*Task to carry out*
Search the entries below. Return every line that has "gone" in it.

*Given data*

• • • •

import { evenCues } from './evenCues'
import type { SpokenClip } from './types'

/** A place where the speaker says that something was done off camera. */
export interface ToldPlace { clip: number, /** Start of the cue in which the words start, ms. */ atMs: number, words: string }

/** Said outright: no film of it. */
const OUTRIGHT = [
  /\boff[- ]camera\b/, /\boff[- ]screen\b/, /\bnot on camera\b/, /\bbehind the scenes\b/,
  /\b(?:didn'?t|did not|never|haven'?t|hadn'?t|wasn'?t|forgot to|couldn'?t|don'?t|not|nobody|no one|none of (?:it|that|this|them)(?: was| is)?)\s+(?:\w+\s+){0,3}?(?:film(?:ed|ing)?|record(?:ed|ing)?|video(?:ed)?|on camera|on film|get (?:that|it|any of (?:it|that|this)) on)\b/,
  /\b(?:camera|phone|battery|card|memory card)\s+(?:\w+\s+){0,3}?(?:was off|wasn'?t on|was (?:charging|dead|flat|full|pointing|inside|in my pocket)|died|had died|ran out|gave up|quit|went flat|went dead|fell over|stopped|decided|turned itself off|switched itself off|filled up|was still in)\b/,
  /\b(?:while|when|after|before)\s+the\s+(?:camera|phone|battery)\b/,
  /\b(?:between|in between)\s+(?:clips|videos|sessions|episodes|films|takes|recordings)\b/,
  /\bwith nobody watching\b|\bwhen (?:you|nobody|no one) (?:weren'?t|was(?:n'?t)?) (?:here|looking|watching)\b|\bwithout you\b|\byou (?:weren'?t|were not) (?:here|there|invited)\b/,
  /\byou (?:didn'?t|did not|haven'?t) (?:miss|see|saw|seen)\b|\byou missed\b|\byou'?ll (?:just )?have to (?:take my word|believe me|trust me|imagine)\b|\btake my word\b|\byou(?:'re| are) not (?:getting|seeing) that\b|\bspare you\b|\bspared you\b|\bsaved you\b/,
  /\b(?:no|isn'?t any|not any|any) (?:footage|film|video|pictures?) of (?:it|that|this|them)\b|\bno (?:footage|film|video|pictures?)\b|\bthere'?s no (?:footage|film|video)\b/,
  /\bwithout (?:the |a |any )?(?:camera|phone|film)\b/,
  /\bby myself with (?:the )?(?:camera|phone) off\b|\b(?:camera|phone) off\b/,
  /\b(?:i'?d|i would|we'?d|we would|would) have (?:film|show|record)\w*\b|\bmeant to (?:film|record|show)\b|\bnothing to (?:film|show)\b/,
  /\b(?:hands|gloves) (?:were|was) too (?:sticky|gluey|dirty|mucky)\b/,
  /\bforgot to (?:press|hit|push|turn|switch|start|film|record)\b|\bthought i (?:was|had been|had) (?:film|record|press|hit)\w*\b|\b(?:film|record)(?:ed|ing) (?:my|the) (?:foot|feet|floor|ceiling|pocket|lap|wall|roof|thumb|knee|shoes?|boots?)\b|\bof (?:his|her|my|their) thumb\b/,
]

/** Work of another time, told as done. */
const DONE = String.raw`(?:made|cut|glued|did|done|sanded|fitted|fit|drilled|screwed|nailed|riveted|bent|planed|painted|primed|varnished|sealed|coated|scarfed|laminated|bored|shaped|bevelled|beveled|marked|finished|filleted|taped|glassed|bonded|milled|ripped|sawn|sawed|pulled|lashed|pegged|sewed|stitched|set|hung|built|put|ran|run|turned|flipped|cleaned|scraped|faired|roughed|carved|steamed|oiled|mixed|poured|got|took|went ahead|knocked|chopped|traced|lofted|wired|crimped|soldered|mounted|clamped|dry fitted|stripped|caulked|bedded|plugged|bunged|epoxied|rolled|brushed|tacked|fastened|bolted|measured|squared|laid|offered|hauled|dragged|swept|fetched|dug|let|left|brought|picked|worked|went|trimmed|rounded|carried|pinned|closed|sewn|hemmed|wound|wrapped|tied|moved|routed|cast|filled|soaked|assembled)`
const WHEN = String.raw`(?:last night|last (?:week|weekend|month|winter|autumn|summer|spring|thursday|friday|saturday|sunday|monday|tuesday|wednesday)|at the weekend|all week|the night before|yesterday|(?:on )?(?:monday|tuesday|wednesday|thursday|friday|saturday|sunday)(?: (?:night|morning|evening|afternoon))?|(?:in|over|during) the (?:week|evenings?|weekend|winter|holidays?)|(?:earlier|one night|one evening|midweek|the other (?:day|night|evening))|this morning|before (?:breakfast|work|supper|dinner|you (?:came|got)|i (?:started|turned)|lunch)|after (?:work|supper|dinner|tea|hours|you|school)|on my own|while (?:that|the|it|you|i|we|waiting)\b[^.]{0,40}|at lunch(?:time)?|in the meantime|since (?:last|then|you|we)[^.]{0,20}|between (?:then|times)|in (?:january|february|march|april|may|june|july|august|september|october|november|december)|(?:a |the )?(?:couple|few|two|three|four|month|week|day|year)(?: (?:of|or so|or two))?(?: (?:days|nights|weeks|evenings|months))? (?:ago|back)|a while (?:ago|back)|over the (?:holidays?|weekend|winter|break)|at noon|the (?:day|week) before|earlier (?:in the week|today|on|this week)|same (?:time|day|way)|over (?:lunch|supper)|by lamplight|after dark)`
const TOLD = [
  new RegExp(String.raw`\b(?:i|we|i've|we've|i'd|we'd|he|she|they|i just|that|it|was|were|me and \w+|\w+ and (?:i|me))\s+(?:\w+\s+){0,3}?${DONE}\b[^.?!]{0,70}?\b${WHEN}`),
  new RegExp(String.raw`\b(?:went|gone|goes) (?:on|in|together|up)\b[^.?!]{0,20}?\b${WHEN}`),
  new RegExp(String.raw`\b${WHEN}[,\s]+(?:[\w']+[,\s]+){0,4}?(?:i|we|i've|we've|i'd|we'd)\s+(?:\w+\s+){0,2}?${DONE}\b`),
  new RegExp(String.raw`\b(?:i|we)(?:'ve| have)? (?:went ahead and|gone ahead and|went and|gone and|already)\s+(?:\w+\s+){0,1}?${DONE}\b`),
  new RegExp(String.raw`\b(?:were|was|are|is|got|been|had them|has been|have been) (?:all |already |both )?${DONE}\b[^.?!]{0,50}?\b(?:last night|yesterday|the night before|earlier in the week|the other (?:day|night)|during the week|in the evenings?|in the week|before you (?:came|got))`),
  new RegExp(String.raw`\b(?:i|we)(?: have|'ve) (?:\w+ )?${DONE} and (?:\w+ )?${DONE}\b`),
  new RegExp(String.raw`\b(?:is|are|was|were|it's|they're|that's) ${DONE}\b[^.?!]{0,45}?\balready\b`),
  /\b(?:that|this|those|these|they) (?:is|are|was|were) from (?:last (?:night|week|weekend)|yesterday|(?:mon|tues|wednes|thurs|fri|satur|sun)day|this morning)\b/,
  /\b(?:is|are) (?:on|in|done|finished|glued|made) (?:too|already|as well)\b/,
  /\b(?:i|we) spent (?:an?|the|two|three|most|all|about|\w+)\b[^.?!]{0,30}?\b(?:evenings?|nights?|days?|week|weekend|hours?|morning|afternoon)\b/,
  /\b(?:it'?s|they'?ve|that'?s|has|have|they'?re) been (?:all )?\w+ed and \w+ed\b/,
  /\b(?:i|we) did (?:the )?(?:other|same|rest|others|second|port|starboard|left|right|opposite|inside|outside|first|last)\b[^.?!]{0,60}?\b(?:the same(?: way)?|already|earlier|yesterday|last|while|before|on my own|myself|off|same)\b/,
  /\b(?:other|port|starboard|second|rest of the|remaining|last|first) (?:\w+ ){0,2}?(?:i did|we did|got done|was done|were done|is done|are done|went on|went in|has been done)\b[^.?!]{0,40}?\b(?:the same(?: way)?|already|earlier|yesterday|last night|while|before|on my own|myself|same)\b/,
]
/** What was filmed and shown before is not missing. */
const SHOWN = /\byou (?:saw|watched|were (?:here|there)|remember|will have seen|'?ve seen|have seen)\b|\bas you saw\b|\blast (?:episode|video)\b|\bin the last (?:one|video|episode)\b/

/** The same, said in the next cue. */
const WERE_THERE = /\byou were (?:there|here|with me)\b|\bthank you to me\b/

const NEAR_MS = 14_000

/**
 * Finds what was told but not shown, once for each place: "off camera", "I went ahead and", "while the camera was
 * charging". Captions break sentences anywhere, so three cues are read as one, and the place is the cue in which
 * the words start.
 */
export function hearTold(clips: readonly SpokenClip[]): ToldPlace[] {
  const places: ToldPlace[] = []
  let lastSeen = 0
  clips.forEach((clip, at) => {
    const cues = evenCues(clip.cues).map(cue => ({ ...cue, plain: cue.text.replace(/[[(♪][^\])♪]*[\])♪]|<[^>]*>/g, ' ').replace(/\s+/g, ' ').trim().toLowerCase().replaceAll('’', '\'') })).filter(cue => cue.plain)
    cues.forEach((cue, i) => {
      const texts = [cue.plain, cues[i + 1]?.plain ?? '', cues[i + 2]?.plain ?? '']
      // A pause parts one thought from the next.
      if (cues[i + 1] && cues[i + 1]!.startMs - cue.endMs > 4000) texts.splice(1)
      else if (cues[i + 2] && cues[i + 2]!.startMs - cues[i + 1]!.endMs > 4000) texts.splice(2)
      const text = texts.join(' ')
      const within = (match: RegExpExecArray | null) => match !== null && match.index < cue.plain.length
      const shown = SHOWN.test(cue.plain) || WERE_THERE.test(texts.slice(0, 2).join(' '))
      const outright = OUTRIGHT.some(pattern => within(pattern.exec(text)))
      const told = !shown && TOLD.some(pattern => within(pattern.exec(text)))
      if (!outright && !told) return
      const last = places.at(-1)
      if (last && last.clip === at && cue.startMs - lastSeen < NEAR_MS) {
        lastSeen = cue.startMs
        return
      }
      lastSeen = cue.startMs
      places.push({ clip: at, atMs: cue.startMs, words: text.slice(0, 160) })
    })
  })
  return places
}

• • • •

*Output of the task*
  new RegExp(String.raw`\b(?:went|gone|goes) (?:on|in|together|up)\b[^.?!]{0,20}?\b${WHEN}`),
  new RegExp(String.raw`\b(?:i|we)(?:'ve| have)? (?:went ahead and|gone ahead and|went and|gone and|already)\s+(?:\w+\s+){0,1}?${DONE}\b`),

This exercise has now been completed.